Millionaire Exposes Loophole in Food Stamp Laws, Proves It by Getting an EBT Card

So how much money can you have in the banks and still get food stamps in Minnesota?
As it turns out, you can swim in caverns of gold coins like Scrooge McDuck and still receive aid under the Supplemental Nutrition Assistance Program.
Millionaire Rob Undersander, who says he and his wife are worth more than $1 million combined, claims he’s been getting food stamps for more than a year — all in an effort to prove to lawmakers that the system has a huge loophole.
Undersander, who is retired, spends some of his time volunteering with the Central Minnesota Council on Aging, where he helps other seniors navigate the often murky waters of enrolling in government assistance programs.
One of those programs is SNAP, which is meant to provide low-income individuals and families with food stamps.
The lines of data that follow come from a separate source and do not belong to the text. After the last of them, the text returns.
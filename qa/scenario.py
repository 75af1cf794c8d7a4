"""The demo's invented scenario: a year of monthly checks of one unit.

The Fenmoor Breast Screening Service (fictional) checks its static unit FEN-DBT-1 once a
month with Lacuna's digital phantom. Over the year the unit's detector slowly loses
resolution (its light spread grows) and gains electronic noise — a drift made up for the
demo, chosen so that the control rules flag it months before any action limit fails.
Every month is a real simulation: the phantom's noiseless transmissions are computed
once, then each month's exposure is detected with that month's detector state and a
fresh noise seed, reconstructed and measured.
"""

from __future__ import annotations

import dataclasses
import datetime as dt
from dataclasses import dataclass

from .simulate.acquire import detect
from .simulate.geometry import DbtGeometry

#: Unit facts of the demo's fictional unit.
UNIT = {"manufacturer": "Lacuna simulator", "model": "virtual DBT, mid arc",
        "serial": "FEN-DBT-1", "station": "FENMOOR-DBT1",
        "site": "Fenmoor Breast Screening Service (fictional)", "software": "sim 1.0"}
MONTHS = 12
BASELINE_MONTHS = 4
#: The detector is stable for the baseline months, then drifts each month (invented):
#: light spread SD (mm) and electronic noise (quanta per pixel).
BLUR_START_MM, BLUR_PER_MONTH_MM = 0.020, 0.0022
ELECTRONIC_PER_MONTH = 6.0


@dataclass(frozen=True)
class MonthlyCheck:
    index: int
    date: str
    blur_sd_mm: float
    electronic_sd: float
    seed: int


def _months_before(day: dt.date, n: int) -> dt.date:
    y, m = divmod(day.year * 12 + day.month - 1 - n, 12)
    return dt.date(y, m + 1, min(day.day, 28))


def year_of_checks(today: dt.date, *, seed: int = 2026) -> tuple[MonthlyCheck, ...]:
    """The twelve monthly checks ending ``today`` (the last one is today's)."""
    out = []
    for k in range(MONTHS):
        date = today if k == MONTHS - 1 else _months_before(today, MONTHS - 1 - k)
        drift = max(0, k - (BASELINE_MONTHS - 1))
        out.append(MonthlyCheck(k, date.isoformat(), BLUR_START_MM + BLUR_PER_MONTH_MM * drift,
                                ELECTRONIC_PER_MONTH * drift, seed + k))
    return tuple(out)


def geometry_for(geometry: DbtGeometry, check: MonthlyCheck) -> DbtGeometry:
    """The geometry with the detector in its state of that month."""
    det = dataclasses.replace(geometry.detector, blur_sd_mm=check.blur_sd_mm)
    return dataclasses.replace(geometry, detector=det, electronic_sd=check.electronic_sd)


def expose(transmissions, geometry: DbtGeometry, check: MonthlyCheck):
    """One month's projections from the phantom's expected transmissions."""
    return detect(transmissions, geometry_for(geometry, check), seed=check.seed)
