"""How many threads the numerical stages use (numpy releases the GIL in its kernels)."""

import os


def workers() -> int:
    """Worker threads: ``LACUNA_THREADS`` if set, else the usable cores, at most 4."""
    env = os.environ.get("LACUNA_THREADS", "").strip()
    if env.isdigit() and int(env) > 0:
        return int(env)
    try:
        cores = len(os.sched_getaffinity(0))
    except AttributeError:  # pragma: no cover - not on Linux
        cores = os.cpu_count() or 1
    return max(1, min(4, cores))
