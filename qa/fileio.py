"""Atomic file writing: a temporary file in the same folder, then a rename into place."""

from __future__ import annotations

import os
import tempfile
from contextlib import contextmanager
from pathlib import Path


@contextmanager
def atomic_path(path):
    """Yield a temporary path beside ``path``; on success it replaces ``path``.

    On any error the temporary file is removed and ``path`` is left as it was, so a
    reader never sees a half-written file.
    """
    path = Path(path)
    path.parent.mkdir(parents=True, exist_ok=True)
    fd, tmp = tempfile.mkstemp(prefix=f".{path.name}.", suffix=".part", dir=path.parent)
    os.close(fd)
    try:
        yield Path(tmp)
        os.replace(tmp, path)
    except BaseException:
        try:
            os.unlink(tmp)
        except FileNotFoundError:
            pass
        raise


def write_bytes_atomic(path, data: bytes) -> Path:
    with atomic_path(path) as tmp:
        tmp.write_bytes(data)
    return Path(path)


def write_text_atomic(path, text: str) -> Path:
    return write_bytes_atomic(path, text.encode("utf-8"))


def check_writable(path, *, field: str | None = None) -> Path:
    """Refuse an output file that cannot be written, before any work is done.

    Nothing is created: the nearest existing folder on the way to ``path`` must be a
    folder one may write in, and ``path`` itself must not be a folder.

    Parameters
    ----------
    path : str or Path
        The file to be written.
    field : str, optional
        The command-line option that named it, for the message.

    Returns
    -------
    Path

    Raises
    ------
    InputError
        One line naming the file, the option and what is in the way.
    """
    from .errors import InputError

    path = Path(path)
    if path.is_dir():
        raise InputError("is a folder; expected the name of a file to write",
                         source=str(path), field=field)
    folder = path.parent
    while not folder.exists() and folder != folder.parent:
        folder = folder.parent
    if not folder.is_dir():
        raise InputError(f"cannot write here: {folder} is a file, not a folder",
                         source=str(path), field=field)
    if not os.access(folder, os.W_OK | os.X_OK):
        raise InputError(f"cannot write here: no permission to write in {folder}",
                         source=str(path), field=field)
    return path


def write_files_atomic(files) -> list[Path]:
    """Write several files all or nothing.

    Every file is first written to a temporary name beside its target; only when all
    of them are written are they renamed into place. If anything fails, the temporary
    files, any file already renamed and the folders made on the way are removed, so no
    half result is left.

    Parameters
    ----------
    files : iterable of (path, bytes, field)
        Target path, content and the command-line option that named it (or ``None``),
        for the message.

    Returns
    -------
    list of Path
        The written paths, in the order given.

    Raises
    ------
    InputError
        A file cannot be written (a folder in the way, no permission, disk full); the
        message names the file and the option.
    """
    from .errors import InputError

    staged, placed, made = [], [], []
    current = (None, None)
    try:
        for path, data, field in files:
            path = Path(path)
            current = (path, field)
            missing = []
            folder = path.parent
            while not folder.exists() and folder != folder.parent:
                missing.append(folder)
                folder = folder.parent
            path.parent.mkdir(parents=True, exist_ok=True)
            made.extend(reversed(missing))
            fd, tmp = tempfile.mkstemp(prefix=f".{path.name}.", suffix=".part",
                                       dir=path.parent)
            staged.append((Path(tmp), path, field))
            with os.fdopen(fd, "wb") as handle:
                handle.write(data)
        for tmp, path, field in staged:
            current = (path, field)
            os.replace(tmp, path)
            placed.append(path)
    except BaseException as exc:
        for tmp, _, _ in staged:
            tmp.unlink(missing_ok=True)
        for path in placed:
            path.unlink(missing_ok=True)
        for folder in reversed(made):      # the folders made here, deepest first
            try:
                folder.rmdir()
            except OSError:
                pass
        if isinstance(exc, OSError):
            path, field = current
            raise InputError(f"cannot write the file: {exc.strerror or exc}",
                             source=str(path), field=field) from None
        raise
    return [path for _, path, _ in staged]


def free_name(path) -> Path:
    """``path``, or ``<stem>_2<suffix>``, ``_3``... : the first name not yet taken.

    For outputs that must never overwrite an earlier run's (the demo's volume); a name
    taken between this call and the write is not guarded against.
    """
    path = Path(path)
    n = 1
    while True:
        candidate = path if n == 1 else path.with_name(f"{path.stem}_{n}{path.suffix}")
        if not candidate.exists():
            return candidate
        n += 1


def sha256_of(path, *, chunk: int = 1 << 20) -> str:
    """SHA-256 of a file, or of a folder's files (sorted by relative path, names included)."""
    import hashlib

    path = Path(path)
    h = hashlib.sha256()
    files = [path] if path.is_file() else sorted(p for p in path.rglob("*") if p.is_file())
    for f in files:
        if f is not path:
            h.update(str(f.relative_to(path)).encode("utf-8") + b"\0")
        with open(f, "rb") as fh:
            for block in iter(lambda: fh.read(chunk), b""):
                h.update(block)
    return h.hexdigest()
“I’m sitting in the [training] class, I’ll never forget this,” Undersander told the Washington Free Beacon. “We’re going through pages and pages of all these programs for low-income seniors that have ascending income [qualification] levels and ascending asset levels. But when you get to SNAP, it’s only income.”
“I’ve got the [SNAP] form in my hand and I’m thinking of my financial situation, and I said ‘you know, I just can’t believe this,'” Undersander said. “So I went down to the second floor of the Sterns County Courthouse, stood in line a little bit, handed in the application and three weeks later I’m getting food stamps, a balance on my EBT card.”
“Even legislators are not aware that millionaires can get food stamps,” he added.
The problem is that when determining eligibility for SNAP benefits, which are largely funded by federal tax dollars but distributed by the states, Minnesota only looks at income, not net worth.
And as the Free Beacon noted, 33 other states do the same thing.
Undersander has told his story to legislators in Minnesota in an effort to expose the loophole so that they will find a way to close it.
But at least one local Democrat was not amused by Undersander’s tactics.
“You knew this was wrong and you did it anyway,” Democrat state Rep. John Considine told Undersander last year, the St. Paul Pioneer Press reported. “I find it pretty despicable. … I am just sorry there is no way we can prosecute you.”

But Undersander hasn’t been collecting SNAP benefits for his own gain.
“Undersander said he carefully documented how he re-donated ‘equal to or more’ of the SNAP money he received to charitable causes in his county in addition to other direct assistance he provided to needy people in his area, so that he did not personally benefit,” the Free Beacon reported.
Even though Considine wanted to punish Undersander for … acting completely being within the bounds of the law, state lawmakers have not yet changed the SNAP provisions.
On Thursday, meanwhile, the U.S. House agriculture subcommittee will hear Undersander’s story.

His goal, Undersander says, is not to eliminate SNAP assistance to needy families, but rather to make sure it is the truly needy who receive the aid.